** Opening Dataset extract block **

def _limit_label(frame: pd.DataFrame) -> pd.Series:
    """``table, use`` label of the limit on each screening row."""
    table = frame["limit_table"].fillna("").astype(str)
    label = table
    if "duration" in frame.columns:
        dur = frame["duration"].fillna("").astype(str)
        label = label + np.where(dur.ne(""), " " + dur, "")
    if "use" in frame.columns:
        label = label + ", " + frame["use"].fillna("").astype(str)
    return label


def _ug(values) -> pd.Series:
    return format_number(values) + " µg/L"


# ----------------------------------------------------------------------------- flags
def first_exceedance(screening: pd.DataFrame, lookback=None) -> pd.DataFrame:
    """Exceedances in a series (site, analyte, fraction) with no exceedance in the look-back.

    An ``exceeds`` result (of any applicable limit) is flagged when none of the earlier sampling
    dates of the same site, analyte and fraction within the look-back had an exceedance.

    Parameters
    ----------
    screening : pandas.DataFrame
        The screening table (DataFrame contract in DEVELOPERS.md).
    lookback : None, int, str or pandas.Timedelta
        ``None`` (default): the whole earlier history. An int ``n``: the ``n`` earlier sampling
        dates of the series. A duration (``"730D"``, ``pd.Timedelta(days=730)``): earlier results
        sampled within that time before this one (an exceedance exactly at the edge counts).

    Returns
    -------
    pandas.DataFrame
        Retest rows, reason ``first_exceedance``.
    """
    site = single_sample_rows(screening)
    exc = site[site["status"].eq("exceeds")]
    if exc.empty:
        return empty_retest()
    # the worst limit per result for the detail
    exc = exc.assign(_r=exc["value_ug_L"] / exc["limit_ug_L"])
    worst = exc.sort_values("_r", ascending=False, kind="stable").drop_duplicates(
        [c for c in RESULT_KEY if c in exc.columns] or None)

    # sampling dates of each series, ranked; exceedance dates and the previous one
    dates = site[SERIES_KEY + ["sampled_at"]].drop_duplicates().sort_values(SERIES_KEY + ["sampled_at"])
    dates["_rank"] = dates.groupby(SERIES_KEY, sort=False).cumcount()
    events = exc[SERIES_KEY + ["sampled_at"]].drop_duplicates().merge(dates, on=SERIES_KEY + ["sampled_at"])
    events = events.sort_values(SERIES_KEY + ["sampled_at"])
    g = events.groupby(SERIES_KEY, sort=False)
    events["_prev_at"] = g["sampled_at"].shift(1)
    events["_prev_rank"] = g["_rank"].shift(1)
    none_before = events["_prev_at"].isna()
    if lookback is None:
        first = none_before
        window = "all earlier results"
    elif isinstance(lookback, (int, np.integer)) and not isinstance(lookback, bool):
        if lookback < 0:
            raise ValueError(f"lookback must be >= 0 sampling dates, got {lookback}")
        first = none_before | ((events["_rank"] - events["_prev_rank"]) > lookback)
        window = f"{int(lookback)} sampling dates"
    else:
        span = pd.Timedelta(lookback)
        first = none_before | ((events["sampled_at"] - events["_prev_at"]) > span)
        window = f"{span.days} days"
    events = events[first]
    flagged = worst.merge(events, on=SERIES_KEY + ["sampled_at"])
    n_before = flagged["_rank"].astype(int)
    history = pd.Series(np.where(
        n_before.eq(0), "no earlier results",
        np.where(flagged["_prev_at"].isna(),
                 "no exceedance in the " + n_before.astype(str) + " earlier sampling dates",
                 "last exceedance on " + format_date(flagged["_prev_at"]) + ", beyond the look-back ("
                 + window + ")")), index=flagged.index)
    detail = ("first exceedance of this site and analyte: " + _ug(flagged["value_ug_L"])
              + " > limit " + _ug(flagged["limit_ug_L"]) + " (" + _limit_label(flagged) + "); " + history
              + bias_note(flagged))
    return retest_rows(flagged, "first_exceedance", detail)


#: What a qualifier's bias says of an exceedance (NFG 2020: J+ estimated, biased high; J-
#: estimated, biased low): a value biased high may really be lower (weak), one biased low is at
#: least as high (firm); a lower bound (above the calibrated range) is certain.
_BIAS_NOTES = (("estimated_high", "; exceeds, biased high (qualifier J+: weak, the true value may be lower)"),
               ("estimated_low", "; exceeds, biased low (qualifier J-: firm, the true value may be higher)"),
               ("above_range", "; reported above the calibrated range: the true value is at least this"))


def bias_note(frame: pd.DataFrame) -> pd.Series:
    """Text to add to an exceedance's detail for the bias its qualifiers state ("" if none)."""
    if "qualifier_meaning" not in frame.columns:
        return pd.Series("", index=frame.index)
    from tracescreen.io.qualifiers import has_meaning

    meaning = frame["qualifier_meaning"].fillna("").astype(str).to_numpy(dtype=object)
    out = np.full(len(frame), "", dtype=object)
    for key, text in _BIAS_NOTES:
        out = np.where(has_meaning(meaning, {key}), out + text, out)
    return pd.Series(out, index=frame.index, dtype=object)


def above_range(screening: pd.DataFrame) -> pd.DataFrame:
    """Site-sample results reported above the calibrated range (``>x``, remark ``>``, WQX
    'Above Operating Range'): the value is only a lower bound, so the sample should be diluted
    and reanalysed (common practice).

    Returns
    -------
    pandas.DataFrame
        Retest rows, reason ``above_range``; one per result.
    """
    site = site_samples(screening)
    if "qualifier_meaning" not in site.columns or site.empty:
        return empty_retest()
    from tracescreen.io.qualifiers import has_meaning

    hit = site[has_meaning(site["qualifier_meaning"].fillna("").astype(str).to_numpy(dtype=object), {"above_range"})]
    if hit.empty:
        return empty_retest()
    hit = hit.drop_duplicates([c for c in RESULT_KEY if c in hit.columns] or None)
    detail = ("reported above the calibrated range: at least " + _ug(hit["value_ug_L"])
              + "; status " + hit["status"].astype(str))
    return retest_rows(hit, "above_range", detail)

** Closing Dataset extract block **

### What you should do
Every line above that holds the word "Timedelta" is to be found and copied.

### Worked solution
    lookback : None, int, str or pandas.Timedelta
        dates of the series. A duration (``"730D"``, ``pd.Timedelta(days=730)``): earlier results
        span = pd.Timedelta(lookback)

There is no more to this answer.